*** Opening Given records ***

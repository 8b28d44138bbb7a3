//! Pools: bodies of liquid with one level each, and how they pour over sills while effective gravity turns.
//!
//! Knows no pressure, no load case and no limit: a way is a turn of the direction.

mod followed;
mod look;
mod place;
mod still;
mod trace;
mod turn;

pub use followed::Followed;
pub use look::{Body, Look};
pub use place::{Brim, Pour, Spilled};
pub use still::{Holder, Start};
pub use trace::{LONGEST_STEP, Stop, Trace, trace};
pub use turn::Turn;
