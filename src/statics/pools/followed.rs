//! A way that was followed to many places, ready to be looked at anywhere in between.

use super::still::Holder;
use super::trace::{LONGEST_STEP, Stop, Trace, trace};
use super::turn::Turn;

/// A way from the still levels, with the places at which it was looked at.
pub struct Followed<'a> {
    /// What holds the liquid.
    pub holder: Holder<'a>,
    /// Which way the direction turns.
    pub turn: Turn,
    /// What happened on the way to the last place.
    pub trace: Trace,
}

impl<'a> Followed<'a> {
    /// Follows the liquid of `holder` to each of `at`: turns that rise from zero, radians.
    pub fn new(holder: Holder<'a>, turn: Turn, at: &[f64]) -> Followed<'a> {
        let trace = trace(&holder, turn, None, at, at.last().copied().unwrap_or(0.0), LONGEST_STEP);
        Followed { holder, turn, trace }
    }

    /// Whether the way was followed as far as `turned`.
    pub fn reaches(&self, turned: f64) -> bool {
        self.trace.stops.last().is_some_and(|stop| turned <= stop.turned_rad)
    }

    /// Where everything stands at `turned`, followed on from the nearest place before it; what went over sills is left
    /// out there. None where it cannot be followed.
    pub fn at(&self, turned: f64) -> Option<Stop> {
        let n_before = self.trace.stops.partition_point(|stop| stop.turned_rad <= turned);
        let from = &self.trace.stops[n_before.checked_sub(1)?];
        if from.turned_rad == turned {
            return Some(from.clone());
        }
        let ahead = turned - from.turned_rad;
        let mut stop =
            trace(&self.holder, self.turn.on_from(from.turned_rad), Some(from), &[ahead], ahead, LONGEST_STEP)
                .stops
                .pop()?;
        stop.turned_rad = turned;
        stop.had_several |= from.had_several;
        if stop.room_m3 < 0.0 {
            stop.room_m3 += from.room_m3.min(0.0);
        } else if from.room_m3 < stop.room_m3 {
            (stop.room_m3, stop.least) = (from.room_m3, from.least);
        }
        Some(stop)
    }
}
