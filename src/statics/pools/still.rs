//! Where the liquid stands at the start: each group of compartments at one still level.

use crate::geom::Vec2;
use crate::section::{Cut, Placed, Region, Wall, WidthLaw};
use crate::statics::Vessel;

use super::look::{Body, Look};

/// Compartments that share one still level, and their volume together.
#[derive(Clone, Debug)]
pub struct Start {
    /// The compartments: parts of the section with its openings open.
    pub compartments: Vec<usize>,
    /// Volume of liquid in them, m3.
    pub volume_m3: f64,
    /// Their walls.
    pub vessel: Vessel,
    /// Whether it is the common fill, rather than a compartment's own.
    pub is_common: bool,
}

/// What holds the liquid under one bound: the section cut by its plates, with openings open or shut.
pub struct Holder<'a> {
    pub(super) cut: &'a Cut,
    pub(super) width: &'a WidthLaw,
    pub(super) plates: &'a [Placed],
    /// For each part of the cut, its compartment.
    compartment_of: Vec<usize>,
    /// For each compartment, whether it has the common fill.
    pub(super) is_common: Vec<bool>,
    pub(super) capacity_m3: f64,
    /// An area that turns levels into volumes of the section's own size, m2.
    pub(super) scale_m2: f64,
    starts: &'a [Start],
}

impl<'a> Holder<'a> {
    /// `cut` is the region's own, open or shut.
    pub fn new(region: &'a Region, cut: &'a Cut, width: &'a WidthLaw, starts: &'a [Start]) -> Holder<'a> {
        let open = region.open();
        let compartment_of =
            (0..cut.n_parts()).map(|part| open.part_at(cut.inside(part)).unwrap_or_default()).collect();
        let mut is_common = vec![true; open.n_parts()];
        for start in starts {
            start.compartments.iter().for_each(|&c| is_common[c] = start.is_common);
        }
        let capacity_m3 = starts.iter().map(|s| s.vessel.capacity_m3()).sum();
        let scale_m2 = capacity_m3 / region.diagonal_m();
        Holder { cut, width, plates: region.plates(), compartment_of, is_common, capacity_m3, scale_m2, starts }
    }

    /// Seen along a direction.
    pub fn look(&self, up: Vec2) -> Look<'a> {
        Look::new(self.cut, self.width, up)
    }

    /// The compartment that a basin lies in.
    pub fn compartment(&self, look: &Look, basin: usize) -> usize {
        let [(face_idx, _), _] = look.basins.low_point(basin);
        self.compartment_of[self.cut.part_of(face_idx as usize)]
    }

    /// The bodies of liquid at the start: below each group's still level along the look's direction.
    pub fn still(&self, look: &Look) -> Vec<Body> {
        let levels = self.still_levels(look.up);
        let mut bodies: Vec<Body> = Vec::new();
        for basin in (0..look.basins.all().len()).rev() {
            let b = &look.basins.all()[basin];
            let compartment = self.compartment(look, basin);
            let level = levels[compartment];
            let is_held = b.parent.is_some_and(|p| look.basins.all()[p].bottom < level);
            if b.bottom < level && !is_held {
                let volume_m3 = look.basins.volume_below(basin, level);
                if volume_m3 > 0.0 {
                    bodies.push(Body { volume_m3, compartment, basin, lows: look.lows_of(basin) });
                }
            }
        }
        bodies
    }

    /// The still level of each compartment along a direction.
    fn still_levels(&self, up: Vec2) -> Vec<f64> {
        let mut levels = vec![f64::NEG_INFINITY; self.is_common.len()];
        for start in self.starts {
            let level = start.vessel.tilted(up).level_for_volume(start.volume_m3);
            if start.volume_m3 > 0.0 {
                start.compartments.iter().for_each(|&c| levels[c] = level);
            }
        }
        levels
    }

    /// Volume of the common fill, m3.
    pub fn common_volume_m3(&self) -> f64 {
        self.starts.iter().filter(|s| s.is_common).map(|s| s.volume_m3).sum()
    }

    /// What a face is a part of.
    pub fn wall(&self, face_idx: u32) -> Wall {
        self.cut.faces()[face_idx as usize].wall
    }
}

*** Closing Given records ***

• [Exercise goal]
Your answer should consist of every record, restated exactly.

• [Task answer]
repository 8b28d44138bbb7a3
//! Pools: bodies of liquid with one level each, and how they pour over sills while effective gravity turns.
//!
//! Knows no pressure, no load case and no limit: a way is a turn of the direction.

mod followed;
mod look;
mod place;
mod still;
mod trace;
mod turn;

pub use followed::Followed;
pub use look::{Body, Look};
pub use place::{Brim, Pour, Spilled};
pub use still::{Holder, Start};
pub use trace::{LONGEST_STEP, Stop, Trace, trace};
pub use turn::Turn;
filename src/statics/pools/followed.rs
//! A way that was followed to many places, ready to be looked at anywhere in between.

use super::still::Holder;
use super::trace::{LONGEST_STEP, Stop, Trace, trace};
use super::turn::Turn;

/// A way from the still levels, with the places at which it was looked at.
pub struct Followed<'a> {
    /// What holds the liquid.
    pub holder: Holder<'a>,
    /// Which way the direction turns.
    pub turn: Turn,
    /// What happened on the way to the last place.
    pub trace: Trace,
}

impl<'a> Followed<'a> {
    /// Follows the liquid of `holder` to each of `at`: turns that rise from zero, radians.
    pub fn new(holder: Holder<'a>, turn: Turn, at: &[f64]) -> Followed<'a> {
        let trace = trace(&holder, turn, None, at, at.last().copied().unwrap_or(0.0), LONGEST_STEP);
        Followed { holder, turn, trace }
    }

    /// Whether the way was followed as far as `turned`.
    pub fn reaches(&self, turned: f64) -> bool {
        self.trace.stops.last().is_some_and(|stop| turned <= stop.turned_rad)
    }

    /// Where everything stands at `turned`, followed on from the nearest place before it; what went over sills is left
    /// out there. None where it cannot be followed.
    pub fn at(&self, turned: f64) -> Option<Stop> {
        let n_before = self.trace.stops.partition_point(|stop| stop.turned_rad <= turned);
        let from = &self.trace.stops[n_before.checked_sub(1)?];
        if from.turned_rad == turned {
            return Some(from.clone());
        }
        let ahead = turned - from.turned_rad;
        let mut stop =
            trace(&self.holder, self.turn.on_from(from.turned_rad), Some(from), &[ahead], ahead, LONGEST_STEP)
                .stops
                .pop()?;
        stop.turned_rad = turned;
        stop.had_several |= from.had_several;
        if stop.room_m3 < 0.0 {
            stop.room_m3 += from.room_m3.min(0.0);
        } else if from.room_m3 < stop.room_m3 {
            (stop.room_m3, stop.least) = (from.room_m3, from.least);
        }
        Some(stop)
    }
}
filename src/statics/pools/still.rs
//! Where the liquid stands at the start: each group of compartments at one still level.

use crate::geom::Vec2;
use crate::section::{Cut, Placed, Region, Wall, WidthLaw};
use crate::statics::Vessel;

use super::look::{Body, Look};

/// Compartments that share one still level, and their volume together.
#[derive(Clone, Debug)]
pub struct Start {
    /// The compartments: parts of the section with its openings open.
    pub compartments: Vec<usize>,
    /// Volume of liquid in them, m3.
    pub volume_m3: f64,
    /// Their walls.
    pub vessel: Vessel,
    /// Whether it is the common fill, rather than a compartment's own.
    pub is_common: bool,
}

/// What holds the liquid under one bound: the section cut by its plates, with openings open or shut.
pub struct Holder<'a> {
    pub(super) cut: &'a Cut,
    pub(super) width: &'a WidthLaw,
    pub(super) plates: &'a [Placed],
    /// For each part of the cut, its compartment.
    compartment_of: Vec<usize>,
    /// For each compartment, whether it has the common fill.
    pub(super) is_common: Vec<bool>,
    pub(super) capacity_m3: f64,
    /// An area that turns levels into volumes of the section's own size, m2.
    pub(super) scale_m2: f64,
    starts: &'a [Start],
}

impl<'a> Holder<'a> {
    /// `cut` is the region's own, open or shut.
    pub fn new(region: &'a Region, cut: &'a Cut, width: &'a WidthLaw, starts: &'a [Start]) -> Holder<'a> {
        let open = region.open();
        let compartment_of =
            (0..cut.n_parts()).map(|part| open.part_at(cut.inside(part)).unwrap_or_default()).collect();
        let mut is_common = vec![true; open.n_parts()];
        for start in starts {
            start.compartments.iter().for_each(|&c| is_common[c] = start.is_common);
        }
        let capacity_m3 = starts.iter().map(|s| s.vessel.capacity_m3()).sum();
        let scale_m2 = capacity_m3 / region.diagonal_m();
        Holder { cut, width, plates: region.plates(), compartment_of, is_common, capacity_m3, scale_m2, starts }
    }

    /// Seen along a direction.
    pub fn look(&self, up: Vec2) -> Look<'a> {
        Look::new(self.cut, self.width, up)
    }

    /// The compartment that a basin lies in.
    pub fn compartment(&self, look: &Look, basin: usize) -> usize {
        let [(face_idx, _), _] = look.basins.low_point(basin);
        self.compartment_of[self.cut.part_of(face_idx as usize)]
    }

    /// The bodies of liquid at the start: below each group's still level along the look's direction.
    pub fn still(&self, look: &Look) -> Vec<Body> {
        let levels = self.still_levels(look.up);
        let mut bodies: Vec<Body> = Vec::new();
        for basin in (0..look.basins.all().len()).rev() {
            let b = &look.basins.all()[basin];
            let compartment = self.compartment(look, basin);
            let level = levels[compartment];
            let is_held = b.parent.is_some_and(|p| look.basins.all()[p].bottom < level);
            if b.bottom < level && !is_held {
                let volume_m3 = look.basins.volume_below(basin, level);
                if volume_m3 > 0.0 {
                    bodies.push(Body { volume_m3, compartment, basin, lows: look.lows_of(basin) });
                }
            }
        }
        bodies
    }

    /// The still level of each compartment along a direction.
    fn still_levels(&self, up: Vec2) -> Vec<f64> {
        let mut levels = vec![f64::NEG_INFINITY; self.is_common.len()];
        for start in self.starts {
            let level = start.vessel.tilted(up).level_for_volume(start.volume_m3);
            if start.volume_m3 > 0.0 {
                start.compartments.iter().for_each(|&c| levels[c] = level);
            }
        }
        levels
    }

    /// Volume of the common fill, m3.
    pub fn common_volume_m3(&self) -> f64 {
        self.starts.iter().filter(|s| s.is_common).map(|s| s.volume_m3).sum()
    }

    /// What a face is a part of.
    pub fn wall(&self, face_idx: u32) -> Wall {
        self.cut.faces()[face_idx as usize].wall
    }
}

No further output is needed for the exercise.